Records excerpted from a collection
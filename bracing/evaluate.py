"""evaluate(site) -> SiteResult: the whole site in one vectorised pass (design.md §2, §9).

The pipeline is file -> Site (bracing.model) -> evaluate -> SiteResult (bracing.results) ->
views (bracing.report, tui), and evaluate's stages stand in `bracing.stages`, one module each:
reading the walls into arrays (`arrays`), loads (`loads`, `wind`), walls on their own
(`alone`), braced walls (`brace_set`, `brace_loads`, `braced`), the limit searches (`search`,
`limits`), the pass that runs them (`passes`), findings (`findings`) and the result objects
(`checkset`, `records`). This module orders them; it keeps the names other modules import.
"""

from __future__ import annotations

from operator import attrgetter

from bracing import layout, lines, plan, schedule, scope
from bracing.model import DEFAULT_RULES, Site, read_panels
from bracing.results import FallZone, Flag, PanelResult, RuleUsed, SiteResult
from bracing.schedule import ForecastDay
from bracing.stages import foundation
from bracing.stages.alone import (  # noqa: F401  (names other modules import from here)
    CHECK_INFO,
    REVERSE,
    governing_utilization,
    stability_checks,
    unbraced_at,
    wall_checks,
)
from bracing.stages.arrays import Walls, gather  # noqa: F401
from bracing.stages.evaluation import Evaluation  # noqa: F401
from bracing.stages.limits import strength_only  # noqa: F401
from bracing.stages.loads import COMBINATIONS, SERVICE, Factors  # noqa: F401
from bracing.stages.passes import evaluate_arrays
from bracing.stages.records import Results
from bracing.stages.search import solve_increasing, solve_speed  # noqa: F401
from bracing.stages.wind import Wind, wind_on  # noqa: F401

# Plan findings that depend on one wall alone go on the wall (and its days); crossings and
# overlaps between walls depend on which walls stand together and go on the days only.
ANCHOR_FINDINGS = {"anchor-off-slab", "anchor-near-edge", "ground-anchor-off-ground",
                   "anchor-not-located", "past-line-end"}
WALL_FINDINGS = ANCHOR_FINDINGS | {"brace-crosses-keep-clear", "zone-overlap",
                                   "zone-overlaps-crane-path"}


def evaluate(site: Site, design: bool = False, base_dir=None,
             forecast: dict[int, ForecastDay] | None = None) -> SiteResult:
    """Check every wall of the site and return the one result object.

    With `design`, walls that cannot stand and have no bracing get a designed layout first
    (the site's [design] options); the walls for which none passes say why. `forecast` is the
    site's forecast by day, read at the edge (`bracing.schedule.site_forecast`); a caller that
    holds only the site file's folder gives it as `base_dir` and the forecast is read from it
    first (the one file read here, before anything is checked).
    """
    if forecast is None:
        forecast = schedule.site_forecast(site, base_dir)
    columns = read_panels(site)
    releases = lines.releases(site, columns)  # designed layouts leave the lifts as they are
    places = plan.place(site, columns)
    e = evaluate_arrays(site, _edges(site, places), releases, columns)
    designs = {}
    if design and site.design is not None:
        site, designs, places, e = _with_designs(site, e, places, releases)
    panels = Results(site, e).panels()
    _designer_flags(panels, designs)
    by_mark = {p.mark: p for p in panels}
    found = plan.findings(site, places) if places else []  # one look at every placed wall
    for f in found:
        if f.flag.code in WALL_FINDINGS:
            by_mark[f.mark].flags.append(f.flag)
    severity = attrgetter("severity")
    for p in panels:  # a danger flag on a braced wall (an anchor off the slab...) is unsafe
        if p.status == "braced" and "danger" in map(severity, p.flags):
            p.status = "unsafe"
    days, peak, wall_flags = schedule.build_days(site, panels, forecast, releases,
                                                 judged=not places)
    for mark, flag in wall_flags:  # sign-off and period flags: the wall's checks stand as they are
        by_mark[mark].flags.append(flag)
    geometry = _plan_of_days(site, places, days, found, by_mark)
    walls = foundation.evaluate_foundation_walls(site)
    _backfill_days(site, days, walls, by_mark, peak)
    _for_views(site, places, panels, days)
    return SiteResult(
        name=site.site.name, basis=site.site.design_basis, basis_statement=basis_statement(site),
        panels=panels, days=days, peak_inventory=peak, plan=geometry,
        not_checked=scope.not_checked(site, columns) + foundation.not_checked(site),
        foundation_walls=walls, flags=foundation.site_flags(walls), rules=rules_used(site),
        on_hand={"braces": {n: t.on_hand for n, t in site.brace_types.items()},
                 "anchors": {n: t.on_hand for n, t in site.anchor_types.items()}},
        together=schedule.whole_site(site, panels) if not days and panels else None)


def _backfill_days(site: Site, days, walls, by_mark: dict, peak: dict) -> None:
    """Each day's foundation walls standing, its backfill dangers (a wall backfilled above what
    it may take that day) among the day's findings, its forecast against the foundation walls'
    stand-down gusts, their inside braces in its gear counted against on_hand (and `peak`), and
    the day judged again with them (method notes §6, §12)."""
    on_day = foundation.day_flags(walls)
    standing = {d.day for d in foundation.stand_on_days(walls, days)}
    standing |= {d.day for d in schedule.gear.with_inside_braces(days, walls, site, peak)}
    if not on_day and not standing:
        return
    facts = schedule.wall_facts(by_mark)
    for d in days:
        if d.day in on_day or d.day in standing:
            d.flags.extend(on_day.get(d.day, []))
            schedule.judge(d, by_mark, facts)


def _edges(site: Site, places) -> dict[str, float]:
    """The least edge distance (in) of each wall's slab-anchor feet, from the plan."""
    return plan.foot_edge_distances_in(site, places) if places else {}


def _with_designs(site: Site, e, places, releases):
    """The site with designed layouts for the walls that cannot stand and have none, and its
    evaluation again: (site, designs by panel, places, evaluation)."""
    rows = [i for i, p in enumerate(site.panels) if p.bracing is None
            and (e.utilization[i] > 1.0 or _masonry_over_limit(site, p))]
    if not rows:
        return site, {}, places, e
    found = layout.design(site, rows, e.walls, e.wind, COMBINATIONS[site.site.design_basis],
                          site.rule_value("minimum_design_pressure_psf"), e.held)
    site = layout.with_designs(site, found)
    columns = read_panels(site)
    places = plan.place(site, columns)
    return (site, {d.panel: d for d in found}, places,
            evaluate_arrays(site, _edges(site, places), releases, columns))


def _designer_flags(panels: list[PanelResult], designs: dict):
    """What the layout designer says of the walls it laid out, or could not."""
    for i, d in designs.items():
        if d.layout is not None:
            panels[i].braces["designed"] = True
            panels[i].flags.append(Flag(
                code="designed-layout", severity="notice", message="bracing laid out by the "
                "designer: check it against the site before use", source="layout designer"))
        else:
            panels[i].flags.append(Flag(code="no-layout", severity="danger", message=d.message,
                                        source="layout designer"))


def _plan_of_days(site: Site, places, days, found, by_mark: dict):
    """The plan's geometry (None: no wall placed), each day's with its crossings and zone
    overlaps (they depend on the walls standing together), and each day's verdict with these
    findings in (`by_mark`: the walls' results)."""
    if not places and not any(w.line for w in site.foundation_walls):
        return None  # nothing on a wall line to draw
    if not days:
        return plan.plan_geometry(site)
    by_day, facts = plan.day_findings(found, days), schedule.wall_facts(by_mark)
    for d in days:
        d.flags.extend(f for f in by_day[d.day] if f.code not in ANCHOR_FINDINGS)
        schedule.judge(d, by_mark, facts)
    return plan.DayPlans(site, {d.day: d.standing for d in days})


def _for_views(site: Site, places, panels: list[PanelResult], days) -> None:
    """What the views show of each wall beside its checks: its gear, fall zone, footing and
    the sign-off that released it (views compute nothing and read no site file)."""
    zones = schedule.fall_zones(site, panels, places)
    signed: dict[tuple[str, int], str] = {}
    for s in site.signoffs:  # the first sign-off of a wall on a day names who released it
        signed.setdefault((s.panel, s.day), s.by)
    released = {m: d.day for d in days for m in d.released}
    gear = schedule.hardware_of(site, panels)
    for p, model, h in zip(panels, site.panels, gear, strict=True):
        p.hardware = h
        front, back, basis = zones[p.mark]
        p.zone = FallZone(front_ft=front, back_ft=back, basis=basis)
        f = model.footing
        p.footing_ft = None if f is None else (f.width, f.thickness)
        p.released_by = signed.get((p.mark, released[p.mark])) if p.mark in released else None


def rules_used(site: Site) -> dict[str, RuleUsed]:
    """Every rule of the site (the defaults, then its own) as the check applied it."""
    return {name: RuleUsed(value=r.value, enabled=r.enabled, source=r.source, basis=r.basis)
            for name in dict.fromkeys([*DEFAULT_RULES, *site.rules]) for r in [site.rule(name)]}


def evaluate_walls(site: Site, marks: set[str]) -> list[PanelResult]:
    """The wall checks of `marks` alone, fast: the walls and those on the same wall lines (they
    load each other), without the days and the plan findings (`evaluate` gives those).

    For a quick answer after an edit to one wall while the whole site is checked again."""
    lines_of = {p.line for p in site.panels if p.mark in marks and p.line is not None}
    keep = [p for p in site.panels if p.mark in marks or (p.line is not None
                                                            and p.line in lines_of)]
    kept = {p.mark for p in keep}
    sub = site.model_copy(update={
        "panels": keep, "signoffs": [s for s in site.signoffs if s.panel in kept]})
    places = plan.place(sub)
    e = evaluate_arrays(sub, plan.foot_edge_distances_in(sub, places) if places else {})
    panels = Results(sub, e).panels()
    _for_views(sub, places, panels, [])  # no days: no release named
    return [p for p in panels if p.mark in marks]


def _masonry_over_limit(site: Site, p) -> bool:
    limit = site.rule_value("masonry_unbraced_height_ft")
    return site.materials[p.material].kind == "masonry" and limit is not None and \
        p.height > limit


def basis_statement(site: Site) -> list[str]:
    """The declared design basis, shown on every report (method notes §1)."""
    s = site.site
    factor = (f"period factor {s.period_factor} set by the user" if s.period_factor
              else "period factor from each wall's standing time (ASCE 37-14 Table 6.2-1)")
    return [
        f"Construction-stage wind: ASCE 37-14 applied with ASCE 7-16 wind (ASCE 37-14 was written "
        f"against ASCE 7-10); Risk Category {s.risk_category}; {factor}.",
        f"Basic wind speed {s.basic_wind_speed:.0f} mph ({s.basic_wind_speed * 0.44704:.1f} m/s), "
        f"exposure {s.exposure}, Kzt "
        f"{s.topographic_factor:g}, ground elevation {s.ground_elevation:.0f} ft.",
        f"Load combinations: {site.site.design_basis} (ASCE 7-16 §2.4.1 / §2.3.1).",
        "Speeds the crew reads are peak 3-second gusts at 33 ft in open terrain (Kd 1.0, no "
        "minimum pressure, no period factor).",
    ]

Required work: Set down the lines above as they stand, starting with the first line and ending with the line that contains "reading the walls".

Output for this exercise:
filename bracing/evaluate.py
"""evaluate(site) -> SiteResult: the whole site in one vectorised pass (design.md §2, §9).

The pipeline is file -> Site (bracing.model) -> evaluate -> SiteResult (bracing.results) ->
views (bracing.report, tui), and evaluate's stages stand in `bracing.stages`, one module each:
reading the walls into arrays (`arrays`), loads (`loads`, `wind`), walls on their own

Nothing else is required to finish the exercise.